С величайшей радостью князь почувствовал, что на сей раз нажал нужную кнопку и что кнопка подалась.
– А почему вы думаете, дорогой князь, что одно исключает другое? – спросил маркиз де Норпуа. – Салон, о котором вы говорите, и Институт превосходно сочетаются друг с другом: салон – это настоящий питомник академиков. Я передам вашу просьбу маркизе де Вильпаризи – она, конечно, будет польщена. Вот насчет обеда у вас – это, пожалуй, труднее. Она выезжает редко. Я вас представлю, а уж вы сами постарайтесь. Главное, не отказывайтесь от Академии; ровно через две недели я завтракаю у Леруа-Болье, без которого ни одни выборы не обходятся, а потом мы с ним отправимся на важное заседание; я уже говорил с ним о вас – ваше имя ему, разумеется, известно. У него были возражения. Но теперь, оказывается, ему нужна поддержка моей группы на ближайших выборах, и я поговорю с ним еще раз; я ему скажу с полной откровенностью, какие у нас с вами добрые отношения, я от него не утаю, что если вы выставите свою кандидатуру, то я попрошу за вас всех моих друзей (князь облегченно вздохнул), а что у меня есть друзья – это он знает. Если я смогу рассчитывать на его содействие, значит, шансы у вас будут благоприятные. В тот день приезжайте в шесть часов к маркизе де Вильпаризи – я вас к ней проведу и расскажу вам о моем утреннем разговоре.
Вот почему князь фон Фаффенгейм пришел с визитом к маркизе де Вильпаризи. Когда он заговорил, я был глубоко разочарован. Отдельные и общие черты эпохи ярче выражаются, нежели черты национальные, – так, например, в иллюстрированном словаре, где дается чуть что не подлинный портрет Минервы, Лейбниц,
[252]
в парике и брыжах мало чем отличается от Мариво
[253]
или Самуила Бернара
[254]
– но я никак не мог предполагать, что некоторые национальные особенности выражаются ярче, нежели кастовые.
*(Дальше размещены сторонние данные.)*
def format_interval(low, high, value, u, **kw) -> str:
    """``"[low, high]"`` with the limits of :func:`interval_limits` (same keywords).

    >>> format_interval(1001.4738, 1001.60021, 1001.537, 0.032)
    '[1001.474, 1001.600]'
    """
    lo, hi = interval_limits(low, high, value, u, **kw)
    return f"[{lo}, {hi}]"


def format_correlation(r) -> str:
    """A correlation coefficient to three decimal places (``"-0.987"``).

    Three digits keep coefficients near ±1 distinguishable, as GUM 7.2.6 asks.
    NaN (e.g. for a held parameter) gives ``"nan"``; ``-0.000`` is written ``0.000``.
    """
    r = float(r)
    if math.isnan(r):
        return "nan"
    s = f"{r:.3f}"
    return "0.000" if s == "-0.000" else s


# ============================================================================ pieces
def _full(x) -> str:
    """Full round-trip precision for a cell (``repr`` digits)."""
    x = float(x)
    if math.isnan(x):
        return "nan"
    if math.isinf(x):
        return "inf" if x > 0 else "-inf"
    return repr(x)


def resolve_unit(expr: str, x_unit: str, y_unit: str) -> str:
    """Turn a unit written in data units (``"y/x"``, ``"1/x"``) into real unit text.

    A bare ``"x"`` or ``"y"`` is the data unit as it is (``"mg/L"``, no parentheses);
    a compound unit brackets a data unit only where it must (``"(mg/L)/s"``). Returns ``""``
    when a needed data unit is unknown (blank), so that no half-made
    unit is printed. A unit that is neither ``x`` nor ``y`` based is kept as given.
    """
    expr = (expr or "").strip()
    if not expr:
        return ""
    tokens = set(re.findall(r"\b[xy]\b", expr))
    if not tokens:
        return expr
    subs = {"x": x_unit.strip(), "y": y_unit.strip()}
    if any(not subs[t] for t in tokens):
        return ""
    if expr in ("x", "y"):
        return subs[expr]

    def rep(m):
        u = subs[m.group(0)]
        return f"({u})" if re.search(r"[/\s*]", u) else u

    return re.sub(r"\b[xy]\b", rep, expr)


def loss_label(res) -> str:
    """The loss in words: its title, tuning constant and shape (``"Huber; tuning
    constant 1.345 × scale"``), never its internal name."""
    name = str(res.loss)
    parts = [loss_title(name)]  # the title only: the internal name adds nothing for a reader
    if res.tuning is not None and math.isfinite(float(res.tuning)):
        parts.append(f"tuning constant {float(res.tuning):.6g} × scale")
    if res.alpha is not None:
        a = f"shape alpha = {float(res.alpha):.6g}"
        if res.alpha_stderr is not None and math.isfinite(float(res.alpha_stderr)):
            a = f"shape alpha = {format_value(res.alpha, res.alpha_stderr)}"
        if name == "adaptive":
            a += " (fitted)"
        parts.append(a)
    return "; ".join(parts)


def _version() -> str:
    from . import __version__

    return str(__version__)


def _is_robust(res) -> bool:
    return str(res.loss) != "l2"


def _needs_caution(res) -> bool:
    return _is_robust(res) or res.n_excluded > 0 or res.n_downweighted > 0


class _Items(str):
    """Text joined from ``items`` with ``"; "``, keeping the items (for layouts that
    put one item a line)."""

    items: tuple[str, ...]

    def __new__(cls, items):
        obj = super().__new__(cls, "; ".join(items))
        obj.items = tuple(items)
        return obj


#: excluded points listed by name in a report's method block; the rest are counted
MAX_LISTED_EXCLUSIONS = 20


def _g10(x) -> str:
    x = float(x)
    return _full(x) if not math.isfinite(x) else f"{x:.10g}"


def _one_line(text) -> str:
    return " ".join(str(text).split())


def excluded_points_text(res, reasons: Mapping[int, str] | None = None,
                         limit: int = MAX_LISTED_EXCLUSIONS) -> str:
    """The excluded points, compactly: ``"#7 (x = 3.0, y = 17.5): pipette bubble; ..."``.

    ``#`` is the point number as in the points table (index + 1); x and y are given to
    10 significant digits (as in the report's exclusion record). ``reasons`` maps a
    point index (0-based) to the analyst's reason; with ``reasons`` given a point
    without one says "no reason given", without it no reason part is written. At most
    ``limit`` points are listed, then ``"and N more"``. Returns ``"none"`` when no point
    is excluded. The result is a ``str`` whose ``items`` attribute holds the entries.
    """
    idx = [int(i) for i in np.flatnonzero(np.asarray(res.excluded, dtype=bool))]
    if not idx:
        return _Items(["none"])
    items = []
    for i in idx[: max(int(limit), 0)]:
        item = f"#{i + 1} (x = {_g10(res.x[i])}, y = {_g10(res.y[i])})"
        if reasons is not None:
            reason = _one_line(reasons.get(i, "") or "")
            item += f": {reason or 'no reason given'}"
        items.append(item)
    rest = len(idx) - len(items)
    if rest > 0:
        items.append(f"and {rest} more")
    return _Items(items)


def convergence_text(res) -> str:
    """``"yes"``, or ``"yes (exact fit)"`` when the solver's message says more than
    "converged"; ``"NO (did not converge in 200 iterations)"`` when it did not."""
    msg = _one_line(res.message or "")
    if res.converged:
        if msg.lower() in ("", "converged"):
            return "yes"
        if msg.lower().startswith("converged (") and msg.endswith(")"):
            return "yes " + msg[len("converged "):]
        return f"yes ({msg})"
    return f"NO ({msg})" if msg else "NO"


def method_lines(res, level: float = 0.95, *, y_unit: str = "",
                 reasons: Mapping[int, str] | None = None) -> list[tuple[str, str]]:
    """The method block as ``(label, text)`` pairs, in the order printed.

    States the model, loss (with tuning constant and shape), scale and how it was
    obtained, points used/excluded/down-weighted, degrees of freedom, covariance
    recipe, confidence level with the t quantile, held parameters, the excluded points
    (:func:`excluded_points_text`, with the analyst's ``reasons`` when given),
    convergence, any warnings (:attr:`FitResult.warnings`) and the Ballast version.
    """
    m = res.model
    title = m.title or m.name
    model = f"{title}: {m.formula}" if m.formula and m.formula != title else title
    out = [("model", model), ("loss", loss_label(res))]
    scale_unit = ""
    if res.sigma is None or res.sigma_mode == "none":
        scale_unit = f" {y_unit}" if y_unit else ""
    elif res.sigma_mode == "absolute":
        scale_unit = " (in units of sigma)"
    scale = f"{float(res.scale):.6g}{scale_unit}"
    if res.scale_method:
        scale += f", {res.scale_method}"
    out.append(("scale", scale))
    if res.sigma is not None and res.sigma_mode != "none":
        meaning = {"absolute": "absolute standard uncertainties of y",
                   "relative": "relative weights only (scaled by the fit)"}.get(
            res.sigma_mode, res.sigma_mode)
        out.append(("sigma", meaning))
    rule = (getattr(res, "info", None) or {}).get("weighting")
    if rule:  # a weighting rule of fitcore.weighting (issue 14)
        from .weighting import rule_text

        out.append(("weighting", rule_text(rule)))
    out.append((
        "points",
        f"{res.n_used} used, {res.n_excluded} excluded by the analyst, "
        f"{res.n_downweighted} down-weighted by the loss (weight < 0.5)",
    ))
    out.append(("degrees of freedom", f"{res.dof}"))
    out.append(("covariance", res.covariance_recipe or "not stated"))
    t = res.t_quantile(level)
    pct = f"{100 * level:.6g} %"
    if math.isfinite(t):
        out.append(("confidence level",
                    f"{pct} two-sided, t = {t:.6g} (Student, {res.dof} degrees of freedom)"))
    else:
        out.append(("confidence level", f"{pct}: no interval (no degrees of freedom left)"))
    if res.fixed:
        held = ", ".join(f"{k} = {_full(v)}" for k, v in res.fixed.items())
        out.append(("held parameters", held))
    if res.n_excluded:
        out.append(("excluded points", excluded_points_text(res, reasons)))
    out.append(("converged", convergence_text(res)))
    for w in getattr(res, "warnings", ()):
        out.append(("warning", w))
    out.append(("software", f"Ballast {_version()} (fitcore)"))
    return out


class _Row:
    __slots__ = ("name", "value", "u", "low", "high", "unit", "held", "derived", "note")

    def __init__(self, name, value, u, low, high, unit, held=False, derived=False, note=""):
        self.name, self.value, self.u = name, float(value), float(u)
        self.low, self.high, self.unit = float(low), float(high), unit
        self.held, self.derived, self.note = held, derived, note


def _rows(res, level, units, x_unit, y_unit) -> list[_Row]:
    units = dict(units or {})
    t = res.t_quantile(level)
    rows = []
    ci = res.intervals(level)
    for i, name in enumerate(res.param_names):
        unit = units.get(name)
        if unit is None:
            unit = resolve_unit(res.model.units.get(name, ""), x_unit, y_unit)
        held = name in res.fixed
        low, high = (float(ci[i, 0]), float(ci[i, 1])) if not held else (math.nan, math.nan)
        note = res.model.descriptions.get(name, "")
        rows.append(_Row(name, res.values[i], 0.0 if held else res.stderr[i], low, high,
                         unit, held=held, note=note))
    for name, v, u, d in res.derived_values():
        unit = units.get(name)
        if unit is None:
            unit = resolve_unit(d.unit, x_unit, y_unit)
        rows.append(_Row(name, v, u, v - t * u, v + t * u, unit, derived=True,
                         note=d.description))
    return rows


def _estimate(row: _Row, style="paren", rich=False, full=False) -> str:
    if full:
        if row.held:
            return f"{_full(row.value)} (held)"
        return f"{_full(row.value)} ± {_full(row.u)}"
    return format_value(row.value, row.u, style, rich=rich, held=row.held)


def _ci_pair(row: _Row, full=False, rich=False, exponent=None) -> tuple[str, str]:
    """The interval limits of a row, by the one rule of :func:`interval_limits`."""
    if row.held or not (math.isfinite(row.low) and math.isfinite(row.high)):
        return "", ""
    if full:
        return _full(row.low), _full(row.high)
    return interval_limits(row.low, row.high, row.value, row.u, rich=rich, exponent=exponent)


# ============================================================================ escaping
_LATEX_SPECIAL = {
    "\\": r"\textbackslash{}", "&": r"\&", "%": r"\%", "$": r"\$", "#": r"\#",
    "_": r"\_", "{": r"\{", "}": r"\}", "~": r"\textasciitilde{}",
    "^": r"\textasciicircum{}",
    # outside math mode the old OT1 font encoding prints "<" and ">" as inverted marks
    "<": r"\textless{}", ">": r"\textgreater{}",
}


def _tex(s: str) -> str:
    """Escape text for LaTeX (outside math mode)."""
    return "".join(_LATEX_SPECIAL.get(c, c) for c in str(s))


def _md(s: str) -> str:
    """Escape text for a Markdown table cell."""
    return re.sub(r"([\\`*_|<>\[\]])", r"\\\1", str(s))


def _h(s: str) -> str:
    return html.escape(str(s), quote=True)


# ============================================================================ estimates
def estimates_text(
    res,
    fmt: str = "plain",
    *,
    level: float = 0.95,
    units: Mapping[str, str] | None = None,
    full_precision: bool = False,
    x_unit: str = "",
    y_unit: str = "",
    reasons: Mapping[int, str] | None = None,
) -> str:
    """The estimates of a fit, with a method block, ready to paste into a report.

    Parameters
    ----------
    res : FitResult
        The fit.
    fmt : {"plain", "tsv", "markdown", "latex", "siunitx", "html"}
        ``"plain"``: one estimate a line (``tau = 4.213(25) s``). ``"tsv"``: a header
        row, then value, standard uncertainty, unit and interval in separate cells (for
        spreadsheets), then the method as label/text rows. ``"markdown"``: a table.
        ``"latex"``: a plain ``tabular``; ``"siunitx"``: the same with ``\\num{}`` and
        ``\\SI{value(unc)}{unit}``. ``"html"``: a ``<table>`` for rich-text editors.
    level : float
        Confidence level of the two-sided intervals (Student t with ``res.dof``).
    units : dict, optional
        Unit text per parameter (or derived quantity) name; overrides the model's.
    full_precision : bool
        Print values and uncertainties at full round-trip precision instead of
        rounding them per GUM (the rounded form is the default).
    x_unit, y_unit : str
        Units of the data, substituted into the model's parameter units (``"y/x"``).
    reasons : dict, optional
        The analyst's reason per excluded point (0-based index), listed with the
        excluded points in the method block.

    Returns
    -------
    str

    Notes
    -----
    Values are rounded with :func:`format_value`; interval limits by
    :func:`interval_limits` (the last decimal and power of ten of their estimate). Held
    parameters are marked ``(held)`` and get no
    interval. Derived quantities carry uncertainties propagated by the delta method
    from the full covariance, and intervals ``value ± t·u`` with the same t.
    """
    if fmt not in FORMATS:
        raise ValueError(f"unknown report format {fmt!r}; choose one of {', '.join(FORMATS)}")
    if not (0.0 < float(level) < 1.0):
        raise ValueError(f"confidence level must lie between 0 and 1 (got {level!r})")
    rows = _rows(res, float(level), units, x_unit, y_unit)
    meth = method_lines(res, float(level), y_unit=y_unit, reasons=reasons)
    meth.append(("derived quantities",
                 "uncertainties propagated from the covariance (delta method)"
                 if any(r.derived for r in rows) else "none"))
    caution = CAUTION if _needs_caution(res) else ""
    pct = f"{100 * float(level):.6g} %"
    fp = bool(full_precision)
    return {
        "plain": _plain, "tsv": _tsv, "markdown": _markdown, "latex": _latex,
        "siunitx": _siunitx, "html": _html,
    }[fmt](rows, meth, caution, pct, fp)
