def validate_reference(table: pd.DataFrame, *, source: str = "band-edge reference") -> None:
    missing = [c for c in REQUIRED_COLUMNS if c not in table.columns]
    if missing:
        raise ScreeningError(f"missing column(s) {', '.join(missing)}; required: {', '.join(REQUIRED_COLUMNS)}",
                             source=source)
    if len(table) < MIN_ROWS:
        raise ScreeningError(f"{len(table)} rows; a calibration needs at least {MIN_ROWS}", source=source)
    for column, allowed in (("edge_kind", EDGE_KINDS), ("edge", EDGES)):
        bad = ~table[column].isin(allowed)
        if bad.any():
            row = table.index[bad][0]
            raise ScreeningError(f"{table.at[row, column]!r} is not one of {', '.join(allowed)}",
                                 source=source, entry=str(table.at[row, "formula"]), field=column)
    for column, (low, high) in (("gap_ev", GAP_RANGE_EV), ("edge_v_nhe_ph0", EDGE_RANGE_V)):
        values = pd.to_numeric(table[column], errors="coerce").to_numpy(float)
        # a gap of exactly zero is a metal, not a semiconductor: open at the low end for gaps only
        below = values <= low if column == "gap_ev" else values < low
        bad = ~np.isfinite(values) | below | (values > high)
        if bad.any():
            row = table.index[bad][0]
            raise ScreeningError(f"{table.at[row, column]!r} is outside {low}-{high}",
                                 source=source, entry=str(table.at[row, "formula"]), field=column)
    ph = pd.to_numeric(table["ph_measured"].replace("", np.nan), errors="coerce")
    given = table["ph_measured"].notna() & (table["ph_measured"].astype(str).str.strip() != "")
    bad = given & (~np.isfinite(ph) | (ph < PH_RANGE[0]) | (ph > PH_RANGE[1]))
    if bad.any():
        row = table.index[bad][0]
        raise ScreeningError(f"{table.at[row, 'ph_measured']!r} is outside {PH_RANGE[0]:g}-{PH_RANGE[1]:g}",
                             source=source, entry=str(table.at[row, "formula"]), field="ph_measured")
    for column in ("conversion", "source"):
        empty = table[column].isna() | (table[column].astype(str).str.strip() == "")
        if empty.any():
            row = table.index[empty][0]
            raise ScreeningError("empty; every row states its conversion and its published source",
                                 source=source, entry=str(table.at[row, "formula"]), field=column)
    for formula in table["formula"]:
        formulas.parse_formula(formula, source=f"{source}: formula")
И вот сейчас эти особенности проступили не в словах, в которых я надеялся услышать порханье эльфов,
[255]
и танец кобольдов
[256]
а в транспонировке, которая не менее явно обличала поэтическое происхождение нового гостя, в том, как рейнграф, маленький, багроволицый, толстопузый, отвешивая поклон маркизе де Вильпаризи, сказал: «Топрий ветшер, зударинья» – с акцентом эльзасского швейцара.
– Не хотите ли чайку или кусочек торта? Он очень вкусный, – обратилась ко мне герцогиня Германтская, – ей хотелось быть как можно любезнее. – Я в этом доме так же гостеприимна, как в своем собственном, – добавила она насмешливым тоном, от которого в ее голосе появлялся гортанный звук, похожий на придушенный хриплый смех.
– Маркиз! – обратилась к де Норпуа маркиза де Вильпаризи. – Кажется, вы хотели сказать князю что-то насчет Академии?
Герцогиня Германтская опустила глаза и, слегка повернув руку, посмотрела на часы.
– Ах, Боже мой, пора прощаться с тетушкой! Мне еще надо зайти к госпоже де Сен-Фереоль, а ужинаю я у госпожи Леруа.
И, не простившись со мной, она встала. Она только сейчас заметила г-жу Сван, а та, увидев меня, почувствовала себя неловко. По всей вероятности, г-жа Сван вспомнила, что раньше она доказывала мне невиновность Дрейфуса.
– Я не хочу, чтобы моя мать знакомила меня с женой Свана, – сказал мне Сен-Лу. – Она бывшая потаскушка. Своего мужа, еврея, выдает за националиста… А, дядя Паламед пришел!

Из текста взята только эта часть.